▸ **ASSIGNED TASK**
What you give back must match the records below exactly.

▸ **AVAILABLE DATA**
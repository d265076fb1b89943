import { describe, expect, it } from 'vitest';
import { hammingDistance, hashToHex, hexToHash } from '../../../shared/review/hash-bits';
import { bestNearDuplicate, dHash, nearDuplicateShare } from '../../../worker/signals/perceptual-hash';
import { texturedGrey, withNoise } from './synthetic-frames';

const WIDTH = 90;
const HEIGHT = 64;

function scene(seed: number): Float32Array {
  return texturedGrey(WIDTH, HEIGHT, seed, { mean: 120, amplitude: 80 });
}

describe('dHash', () => {
  it('sets a bit when the left pixel is brighter, row by row, first bit most significant', () => {
    // N. Krawetz, "Kind of Like That", 2013 [V2, steps as quoted in copies]: 9×8 grey, one bit per neighbour pair,
    // "set based on whether the left pixel is brighter than the right pixel". A 9×8 image is hashed as is.
    // Only row 0 falls from left to right, so only the top 8 bits are set [C].
    const grey = Float32Array.from({ length: 72 }, (_, i) => {
      const [x, y] = [i % 9, Math.floor(i / 9)];
      return y === 0 ? 100 - x : x;
    });
    expect(hashToHex(dHash(grey, 9, 8))).toBe('ff00000000000000');
  });

  it('gives distance 0 for identical frames', () => {
    expect(hammingDistance(dHash(scene(1), WIDTH, HEIGHT), dHash(scene(1), WIDTH, HEIGHT))).toBe(0);
  });

  it('gives a small distance for the same frame with noise and a large one for another scene', () => {
    // Common practice for 64-bit perceptual hashes: 0–5 very similar, above 10 usually different [M].
    const base = dHash(scene(1), WIDTH, HEIGHT);
    const noisy = dHash(withNoise(scene(1), 6, 42), WIDTH, HEIGHT);
    const other = dHash(scene(2), WIDTH, HEIGHT);
    expect(hammingDistance(base, noisy)).toBeLessThanOrEqual(5);
    expect(hammingDistance(base, other)).toBeGreaterThan(16);
  });

  it('counts differing bits across both 32-bit halves', () => {
    expect(hammingDistance(0n, 0xffffffffffffffffn)).toBe(64);
    expect(hammingDistance(0x8000000000000001n, 0n)).toBe(2);
    expect(hammingDistance(0x0f0f0000_000000f0n, 0x0f0e0000_000000f1n)).toBe(2);
  });

  it('writes 16 hex digits and reads them back', () => {
    expect(hashToHex(0x1an)).toBe('000000000000001a');
    expect(hexToHash('ffffffffffffffff')).toBe(0xffffffffffffffffn);
    expect(() => hexToHash('xyz')).toThrow(RangeError);
  });
});

describe('near-duplicate clips', () => {
  const clip = [1, 2, 3, 4].map((seed) => scene(seed));
  const hashes = clip.map((f) => dHash(f, WIDTH, HEIGHT));
  const reencoded = clip.map((f, i) => dHash(withNoise(f, 5, 300 + i), WIDTH, HEIGHT));
  const unrelated = [11, 12, 13].map((seed) => dHash(scene(seed), WIDTH, HEIGHT));
  const half = [hashes[0], hashes[1], ...unrelated];

  it('measures the share of frames with a near match in the other clip', () => {
    expect(nearDuplicateShare(reencoded, hashes, 5)).toBe(1);
    expect(nearDuplicateShare(hashes, unrelated, 5)).toBe(0);
    expect(nearDuplicateShare(hashes, half, 5)).toBe(0.5);
    expect(nearDuplicateShare([], hashes, 5)).toBe(0);
  });

  it('picks the other clip with the largest share', () => {
    const best = bestNearDuplicate(
      reencoded,
      [
        { clipId: 'unrelated', hashes: unrelated },
        { clipId: 'source', hashes },
        { clipId: 'half', hashes: half },
      ],
      5,
    );
    expect(best).toEqual({ clipId: 'source', share: 1 });
    expect(bestNearDuplicate(hashes, [], 5)).toBeNull();
  });
});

▸ **RESPONSE TO THIS TASK**
repository d265076fb1b89943
import { describe, expect, it } from 'vitest';
import { hammingDistance, hashToHex, hexToHash } from '../../../shared/review/hash-bits';
import { bestNearDuplicate, dHash, nearDuplicateShare } from '../../../worker/signals/perceptual-hash';
import { texturedGrey, withNoise } from './synthetic-frames';

const WIDTH = 90;
const HEIGHT = 64;

function scene(seed: number): Float32Array {
  return texturedGrey(WIDTH, HEIGHT, seed, { mean: 120, amplitude: 80 });
}

describe('dHash', () => {
  it('sets a bit when the left pixel is brighter, row by row, first bit most significant', () => {
    // N. Krawetz, "Kind of Like That", 2013 [V2, steps as quoted in copies]: 9×8 grey, one bit per neighbour pair,
    // "set based on whether the left pixel is brighter than the right pixel". A 9×8 image is hashed as is.
    // Only row 0 falls from left to right, so only the top 8 bits are set [C].
    const grey = Float32Array.from({ length: 72 }, (_, i) => {
      const [x, y] = [i % 9, Math.floor(i / 9)];
      return y === 0 ? 100 - x : x;
    });
    expect(hashToHex(dHash(grey, 9, 8))).toBe('ff00000000000000');
  });

  it('gives distance 0 for identical frames', () => {
    expect(hammingDistance(dHash(scene(1), WIDTH, HEIGHT), dHash(scene(1), WIDTH, HEIGHT))).toBe(0);
  });

  it('gives a small distance for the same frame with noise and a large one for another scene', () => {
    // Common practice for 64-bit perceptual hashes: 0–5 very similar, above 10 usually different [M].
    const base = dHash(scene(1), WIDTH, HEIGHT);
    const noisy = dHash(withNoise(scene(1), 6, 42), WIDTH, HEIGHT);
    const other = dHash(scene(2), WIDTH, HEIGHT);
    expect(hammingDistance(base, noisy)).toBeLessThanOrEqual(5);
    expect(hammingDistance(base, other)).toBeGreaterThan(16);
  });

  it('counts differing bits across both 32-bit halves', () => {
    expect(hammingDistance(0n, 0xffffffffffffffffn)).toBe(64);
    expect(hammingDistance(0x8000000000000001n, 0n)).toBe(2);
    expect(hammingDistance(0x0f0f0000_000000f0n, 0x0f0e0000_000000f1n)).toBe(2);
  });

  it('writes 16 hex digits and reads them back', () => {
    expect(hashToHex(0x1an)).toBe('000000000000001a');
    expect(hexToHash('ffffffffffffffff')).toBe(0xffffffffffffffffn);
    expect(() => hexToHash('xyz')).toThrow(RangeError);
  });
});

describe('near-duplicate clips', () => {
  const clip = [1, 2, 3, 4].map((seed) => scene(seed));
  const hashes = clip.map((f) => dHash(f, WIDTH, HEIGHT));
  const reencoded = clip.map((f, i) => dHash(withNoise(f, 5, 300 + i), WIDTH, HEIGHT));
  const unrelated = [11, 12, 13].map((seed) => dHash(scene(seed), WIDTH, HEIGHT));
  const half = [hashes[0], hashes[1], ...unrelated];

  it('measures the share of frames with a near match in the other clip', () => {
    expect(nearDuplicateShare(reencoded, hashes, 5)).toBe(1);
    expect(nearDuplicateShare(hashes, unrelated, 5)).toBe(0);
    expect(nearDuplicateShare(hashes, half, 5)).toBe(0.5);
    expect(nearDuplicateShare([], hashes, 5)).toBe(0);
  });

  it('picks the other clip with the largest share', () => {
    const best = bestNearDuplicate(
      reencoded,
      [
        { clipId: 'unrelated', hashes: unrelated },
        { clipId: 'source', hashes },
        { clipId: 'half', hashes: half },
      ],
      5,
    );
    expect(best).toEqual({ clipId: 'source', share: 1 });
    expect(bestNearDuplicate(hashes, [], 5)).toBeNull();
  });
});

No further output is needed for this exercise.